1a.) this problem was solved in lecture

1b.) You get $\nabla f = < ye^{xy},xe^{xy} >$ and $\nabla g = < 3x^2, 3y^2 >$. So your system of equations is $$\displaystyle\left\{ \begin{array}{ll} & ye^{xy} = 3 \lambda x^2 \\ & xe^{xy} = 3 \lambda y^2 \\ \mathrm{constraint} & x^3 + y^3 = 16 \end{array} \right.$$ To solve this sytem, first notice that $x=y=0$ is not valid as it does not meet the constraint. So you can divide the first equation by the second to get the equation $\frac{y}{x} = \frac{y^2}{x^2}$, implying $y^3 = x^3$, or in other words, $x=y$. So you substitute these into the constraint equation and get $2x^3=16$ which has solution $x=2$. So $x=2=y$ is the only place where a maximum or minimum occurs, and in this case it is a maximum (why is it a maximum and not a minimum?).

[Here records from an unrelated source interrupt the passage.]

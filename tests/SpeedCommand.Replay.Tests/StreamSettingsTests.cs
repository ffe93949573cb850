using System.Globalization;
using System.Text;
using SpeedCommand.Flight.Gliders;
using SpeedCommand.Flight.LocatedJson;
using SpeedCommand.Pipeline;
using SpeedCommand.Replay.Logs;
using SpeedCommand.Replay.Pictures;
using SpeedCommand.Replay.Replaying;
using SpeedCommand.Replay.Settings;
using SpeedCommand.Sentences;

namespace SpeedCommand.Replay.Tests;

/// <summary>What a board speaks, from its settings to the pictures of a replay.</summary>
public sealed class StreamSettingsTests
{
    private const string Board = """
        { "ports": [ {
          "name": "board", "baud": 9600, "format": "columns", "separator": "semicolon", "prefix": "DATA",
          "columns": [
            "TIME ms",
            "STATIC hPa",
            "skip",
            "IMPACT Pa * 0.25 - 128"
          ] } ] }
        """;

    private static readonly Dictionary<string, string> None = [];

    private static SettingsSource Open(string json, Dictionary<string, string>? environment = null)
    {
        Assert.True(JsonPlaces.TryParse(Encoding.UTF8.GetBytes(json), "s.json", out var top, out _));
        return new SettingsSource(top, "s.json", environment ?? None, None);
    }

    private static StreamSettings Read(SettingsSource source)
    {
        source.NamedElements("ports");
        var settings = StreamSettingsReader.Read(source, "ports.board");
        source.ReportUnknown();
        return settings;
    }

    [Fact]
    public void NothingSet_IsSentencesWithAChecksumAt115200()
    {
        var source = Open("""{ "ports": [ { "name": "board" } ] }""");
        var settings = Read(source);
        Assert.Empty(source.Problems);
        Assert.IsType<SentenceFormat>(settings.Format);
        Assert.Equal(115_200, settings.Baud);
        Assert.False(settings.Format.Read("$YXXDR,P,95461.2,P,STATIC"u8, new Reading[LineFormat.MaxReadings]).IsSound);
    }

    [Fact]
    public void Columns_AreReadAsDescribed_AndTheEnvironmentBeatsTheFile()
    {
        var source = Open(Board);
        var settings = Read(source);
        Assert.Empty(source.Problems);
        Assert.Equal(9600, settings.Baud);
        var readings = new Reading[LineFormat.MaxReadings];
        Assert.Equal(new LineContent(true, 2, 0, 50_000), settings.Format.Read("DATA;50;954.612;;2961"u8, readings));
        Assert.Equal(new Reading(ReadingKind.ImpactPressurePa, 612.25), readings[1]);

        var other = Read(Open(Board, new() { ["SPEEDCOMMAND_PORTS_BOARD_COLUMNS"] = "COUNTER, IAS km/h" }));
        Assert.Equal(new LineContent(true, 1, 0, 7), other.Format.Read("DATA;7;108"u8, readings));
        Assert.Equal(new Reading(ReadingKind.IndicatedAirspeedMps, 30), readings[0]);
    }

    [Theory]
    [InlineData("\"STATIC hPa\"", "\"STATIC psi\"", "s.json:5: ports.board.columns[1]: expected STATIC with a unit (Pa, hPa, mbar, kPa, bar, inHg), found 'STATIC psi'")]
    [InlineData("\"skip\"", "\"STATIC Pa\"", "s.json:6: ports.board.columns[2]: expected each reading once, and one COUNTER or TIME, found 'STATIC Pa' again")]
    [InlineData("\"skip\"", "\"COUNTER\"", "s.json:6: ports.board.columns[2]: expected each reading once, and one COUNTER or TIME, found 'COUNTER' again")]
    [InlineData("\"skip\"", "7", "s.json:6: ports[0].columns[2]: expected a text in quotes")]
    [InlineData("\"columns\", \"sep", "\"sentences\", \"sep", "s.json:4: ports.board.columns[0]: expected columns only beside \"format\": \"columns\", found them with sentences")]
    [InlineData("semicolon", ";", "s.json:2: ports.board.separator: expected one of comma, semicolon, tab, space, found ';'")]
    [InlineData("DATA", "DA TA", "s.json:2: ports.board.prefix: expected a word of 1 to 32 characters without separators, found 'DA TA'")]
    public void Faults_AreToldWithKeyAndLine(string right, string wrong, string expected)
    {
        var source = Open(Board.Replace(right, wrong, StringComparison.Ordinal));
        Read(source);
        Assert.Equal(expected, Assert.Single(source.Problems).ToString());
    }

    [Fact]
    public void ColumnsWithoutAReading_AreAFault()
    {
        var source = Open("""{ "ports": [ { "name": "board", "format": "columns", "columns": [ "TIME s", "skip" ] } ] }""");
        Read(source);
        Assert.Contains("with a reading among them", Assert.Single(source.Problems).Message, StringComparison.Ordinal);
        source = Open("""{ "ports": [ { "name": "board", "format": "columns" } ] }""");
        Read(source);
        Assert.Contains("with a reading among them", Assert.Single(source.Problems).Message, StringComparison.Ordinal);
    }

    /// <summary>The same flight, once sent as sentences and once as columns, on a line of the same speed and length.</summary>
    [Fact]
    public void RecordedColumns_ReplayAsTheSentencesWould()
    {
        var columns = Read(Open(Board.Replace("\"TIME ms\"", "\"skip\"", StringComparison.Ordinal)));
        var asColumns = Replay(i => $"DATA;{i};{900 - 0.03 * i:F2};;{2912 + i % 3}", columns with { Baud = 0 });
        var asSentences = Replay(i => Signed(string.Create(CultureInfo.InvariantCulture,
            $"YXXDR,P,{90_000 - 3 * i}.0,P,STATIC,P,{600 + i % 3 * 0.25:F2},P,IMPACT")), StreamSettings.Sentences(ChecksumRule.Required));
        Assert.Contains("\"climbMps\":5.", asSentences, StringComparison.Ordinal);
        Assert.Equal(asSentences, asColumns);
    }

    private static string Replay(Func<int, FormattableString> line, StreamSettings settings) =>
        Replay(i => FormattableString.Invariant(line(i)), settings);

    private static string Replay(Func<int, string> line, StreamSettings settings)
    {
        var log = new StringBuilder("#speedcommand-log 1\n");
        for (var i = 0; i < 600; i++)
        {
            log.Append(CultureInfo.InvariantCulture, $"{i / 20}.{i % 20 * 50_000:D6} board {line(i)}\n");
        }

        var glider = GliderFile.Read("""
            { "name": "Test 15", "wingArea": "11.2 m²", "referenceMass": "340 kg", "dragPolar": { "cd0": 0.0115, "k1": -0.002, "k2": 0.0215, "clMax": 1.45 } }
            """u8, "test.json").Glider!;
        using var pictures = new MemoryStream();
        using var reader = FlightLogReader.Open(new MemoryStream(Encoding.Latin1.GetBytes(log.ToString())));
        new FlightReplay(reader, new FlightPipeline(new FlightSettings(glider), new PictureLines(pictures)), _ => settings).RunToEnd();
        Assert.Equal(0, reader.ProblemCount);
        return Encoding.UTF8.GetString(pictures.ToArray());
    }

    private static string Signed(string content) => $"${content}*{content.Aggregate(0, (sum, one) => sum ^ one):X2}";
}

1c.) You get $\nabla f = < 2xy^2z^2, 2x^2yz^2, 2x^2y^2z >$ and $\nabla g = < 2x, 2y, 2z >$. Therefore your system of equations is $$\left\{ \begin{array}{ll} & 2xy^2z^2 = 2 \lambda x \\ & 2x^2yz^2 = 2 \lambda y \\ & 2x^2y^2z = 2 \lambda z \\ \mathrm{constraint} & x^2+y^2+z^2=1 \end{array} \right.$$ One way to meet the first one is if $x=0$, but algebra in equations 2 and 3 shows that this will imply that $y=z=0$, but that's a problem as it does not satisfy the constraint (so $x \neq 0$). If $\lambda = 0$, then at most two of $x,y,$ and $z$ will equation zero (to meet the constraint), and such values will force $F(x,y,z)=0$.

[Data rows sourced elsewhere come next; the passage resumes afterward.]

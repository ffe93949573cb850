using System.Text;
using SpeedCommand.Flight.Gliders;
using SpeedCommand.Pipeline;
using SpeedCommand.Pipeline.Controls;
using SpeedCommand.Pipeline.Picture;
using SpeedCommand.Replay.Logs;
using SpeedCommand.Replay.Recording;
using SpeedCommand.Replay.Replaying;
using SpeedCommand.Sentences;

namespace SpeedCommand.Replay.Tests;

/// <summary>Changes of controls in flight logs: written, read, replayed, and carried into the headers of later files.</summary>
public sealed class ControlRecordTests : IPictureSink
{
    private static readonly Glider Glider = GliderFile.Read("""
        { "name": "Test 15", "wingArea": "11.2 m²", "referenceMass": "340 kg", "dragPolar": { "cd0": 0.0115, "k1": -0.002, "k2": 0.0215, "clMax": 1.45 } }
        """u8.ToArray(), "test.json").Glider!;

    private readonly List<CockpitPicture> _pictures = [];

    void IPictureSink.OnPicture(in CockpitPicture picture) => _pictures.Add(picture);

    private FlightLogReader Replay(string log)
    {
        var reader = FlightLogReader.Open(new MemoryStream(Encoding.ASCII.GetBytes(log)));
        var settings = new FlightSettings(Glider) { MassKg = 400, BallastKg = 60 };
        new FlightReplay(reader, new FlightPipeline(settings, this), _ => StreamSettings.Sentences(ChecksumRule.Required)).RunToEnd();
        return reader;
    }

    private ControlValues At(double timeS) => _pictures.Single(picture => Math.Abs(picture.TimeS - timeS) < 1e-6).Controls;

    [Fact]
    public void Record_IsWrittenAndReadTheSame()
    {
        using var stream = new MemoryStream();
        var header = new FlightLogHeader(DateTimeOffset.UnixEpoch, "", []) { Controls = [new(0, new(ControlId.Bugs, 0.05))] };
        using (var writer = new FlightLogWriter(stream, header))
        {
            writer.WriteControl(1_500_000, new ControlChange(ControlId.Ballast, 60, DumpKgPerS: 1.5));
        }

        var text = Encoding.ASCII.GetString(stream.ToArray());
        Assert.EndsWith("#control 0.000000 bugs 5 %\n1.500000 #control ballast 60 kg dump 1.5 kg/s\n", text, StringComparison.Ordinal);
        using var log = FlightLogReader.Open(new MemoryStream(Encoding.ASCII.GetBytes(text)));
        Assert.Equal(header.Controls, log.Header.Controls);
        Assert.True(log.TryRead(out var record));
        Assert.Equal((LogRecordKind.Control, 1_500_000L), (record.Kind, record.TimeUs));
        Assert.Equal(new ControlChange(ControlId.Ballast, 60, DumpKgPerS: 1.5), record.Change);
        Assert.Equal(0, log.ProblemCount);
    }

    [Fact]
    public void Replay_TakesEachChangeAtItsStamp()
    {
        using var log = Replay("""
            #speedcommand-log 1
            #start 2026-06-14T10:00:00.000Z
            #control 0.000000 bugs 5 %
            0.250000 #control ballast 60 kg dump 2 kg/s
            10.250000 #control expected-climb 1.5 m/s
            #end 12.000000

            """);
        Assert.Equal(0, log.ProblemCount);
        Assert.Equal((0.05, 60, 0), (At(0.2).BugsFraction, At(0.2).BallastKg, At(0.2).DumpKgPerS));
        Assert.Equal(60 - 2 * 9.95, At(10.2).BallastKg, 1e-9);
        Assert.Equal((0, 1.5), (At(10.2).ExpectedClimbMps, At(10.3).ExpectedClimbMps));
    }

    [Fact] // a file that goes on where another ended: water ran out since the stamp in its header, not since its own beginning
    public void HeaderOfALaterFile_CountsFromItsOwnStamps()
    {
        using var log = Replay("""
            #speedcommand-log 1
            #start 2026-06-14T10:00:00.000Z
            #from 100.000000
            #control 90.000000 ballast 60 kg dump 2 kg/s
            #end 101.000000

            """);
        Assert.Equal(10, _pictures.Count);
        Assert.Equal(60 - 2 * 10.1, At(100.1).BallastKg, 1e-9);
    }

    [Theory]
    [InlineData("0.100000 #control bugs 500 %", "bugs: expected 0 to 100 %, found '500 %'")]
    [InlineData("0.100000 #control bugs +", "expected a value that stands by itself, found 'bugs +'")]
    [InlineData("0.100000 #control ", "expected one of expected-climb, ballast, bugs, phase, qnh, brightness, volume, mute, found ''")]
    public void SpoiltRecord_IsSkippedAndTold(string line, string problem)
    {
        using var log = Replay($"#speedcommand-log 1\n#start 2026-06-14T10:00:00.000Z\n{line}\n0.200000 #control volume 30 %\n#end 1.000000\n");
        Assert.Equal((1, 3, problem), ((int)log.ProblemCount, (int)log.Problems[0].LineNumber, log.Problems[0].Message));
        Assert.Equal(0.3, At(0.3).Volume);
    }

    [Fact] // the header of each file tells how the controls stood when it began
    public void Recorder_BeginsEachFileWithTheControlsAsTheyStood()
    {
        var disk = new List<MemoryStream>();
        var folder = Directory.CreateTempSubdirectory();
        using var recorder = new FlightRecorder(new RecorderOptions(folder.FullName) { MaxFileBytes = 300 },
            new FlightLogHeader(DateTimeOffset.UnixEpoch, "", []), 1, _ => Add(disk));
        recorder.BeginControl(new ControlChange(ControlId.Bugs, 0.05));
        recorder.Record(1_000_000, "static"u8, "junk"u8);
        recorder.RecordControl(2_000_000, new ControlChange(ControlId.Bugs, 0.1));
        recorder.Record(3_000_000, "static"u8, new byte[200]);
        recorder.Drain();
        recorder.RecordControl(4_000_000, new ControlChange(ControlId.Volume, 0.2));
        recorder.RecordEnd(5_000_000);
        recorder.Dispose();
        folder.Delete();
        var files = disk.ConvertAll(file => Encoding.ASCII.GetString(file.ToArray()));
        Assert.Equal(2, files.Count);
        Assert.Contains("#control 0.000000 bugs 5 %\n1.000000 static", files[0], StringComparison.Ordinal);
        Assert.Contains("2.000000 #control bugs 10 %\n3.000000", files[0], StringComparison.Ordinal);
        Assert.EndsWith("#control 2.000000 bugs 10 %\n4.000000 #control volume 20 %\n#end 5.000000\n", files[1], StringComparison.Ordinal);
    }

    private static MemoryStream Add(List<MemoryStream> disk)
    {
        disk.Add(new MemoryStream());
        return disk[^1];
    }
}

Now assume that all three of $x,y,$ and $z$ are nonzero (this is the only choice we have left!). Solve each equation for $\lambda$ an set them equal to get the equation $\lambda = y^2z^2 = x^2z^2 = x^2y^2$. Now notice that you can write $F(x,y,z) = x^2y^2z^2 = \lambda x^2 = \lambda z^2 = \lambda y^2$.

So, $3x^2y^2z^2 = \lambda = y^2z^2$ implying that $3x^2=1$, so $x = \pm \frac{1}{\sqrt{3}}$. Similar arguments show that $y=z=\pm \frac{1}{\sqrt{3}}$. From these we get 8 possible choices, all of which give the value of $f$ to be $\frac{1}{27}$. Therefore the maximum value is $\frac{1}{27}$ and the minimum value is $0$ occurring at many many many places.

2.) Suppose your rectangle has sides of length $x$ and $y$. Then its area is $A(x,y) = xy$. We have a constraint of $x+y=p$ for some fixed constant real number $p$ (that is to say, $g(x,y) = x+y$). So $\nabla A = < y,x >$ and $\nabla g = <1,1 >$. This gives you the system $$\left\{ \begin{array}{ll} & y = \lambda \\ & x = \lambda \\ \mathrm{constraint} & x+y=p \end{array} \right.$$ It should be immediately clear that $y=x$ (they both equal $\lambda$!), so from the constraint equation we see that $2x = p$, or $x = \frac{p}{2}$. This forces the rectangle with optimal area to be a square with lengths $\frac{p}{2}$. Is this a maximum or a minimum? It must be a maximum as we can make a rectangle with such constraints have as little area as we want (how is that done?). (note: a rectangle with side length equal to zero is NOT a rectangle! So the minimum area isn't zero, but simply does not exist.)

3.) $\nabla P = < b \alpha L^{\alpha -1} K^{1 - \alpha}, b(1 - \alpha) L^{\alpha}K^{- \alpha} >$ and your constraint function is $g(L,K) = mL +nK$, so $\nabla g = < m, n >$. This generates the system of equations $$\left\{ \begin{array}{ll} & b \alpha L^{\alpha - 1} K^{1 - \alpha} = \lambda m \\ & b (1 - \alpha) L^{\alpha} K^{-\alpha} = \lambda n \\ \mathrm{constraint} & mL + nK = p \end{array} \right.$$ Rewrite the first equation as $b \alpha \left( \frac{L}{K} \right)^{\alpha - 1} = \lambda m$ and the second equation as $b(1-\alpha) \left( \frac{L}{K} \right)^{\alpha} = \lambda n$. Divide the first equation by the second and once the dust settles, you get $\frac{\alpha}{1- \alpha} \frac{K}{L} = \frac{m}{n}$. From this you can derive, say, $K = \frac{m}{m} L \frac{1-\alpha}{\alpha}$ and then plug this value into the constraint to get $L = \frac{p}{\alpha}{m}$. Use that value of $L$ to find the value of $K$.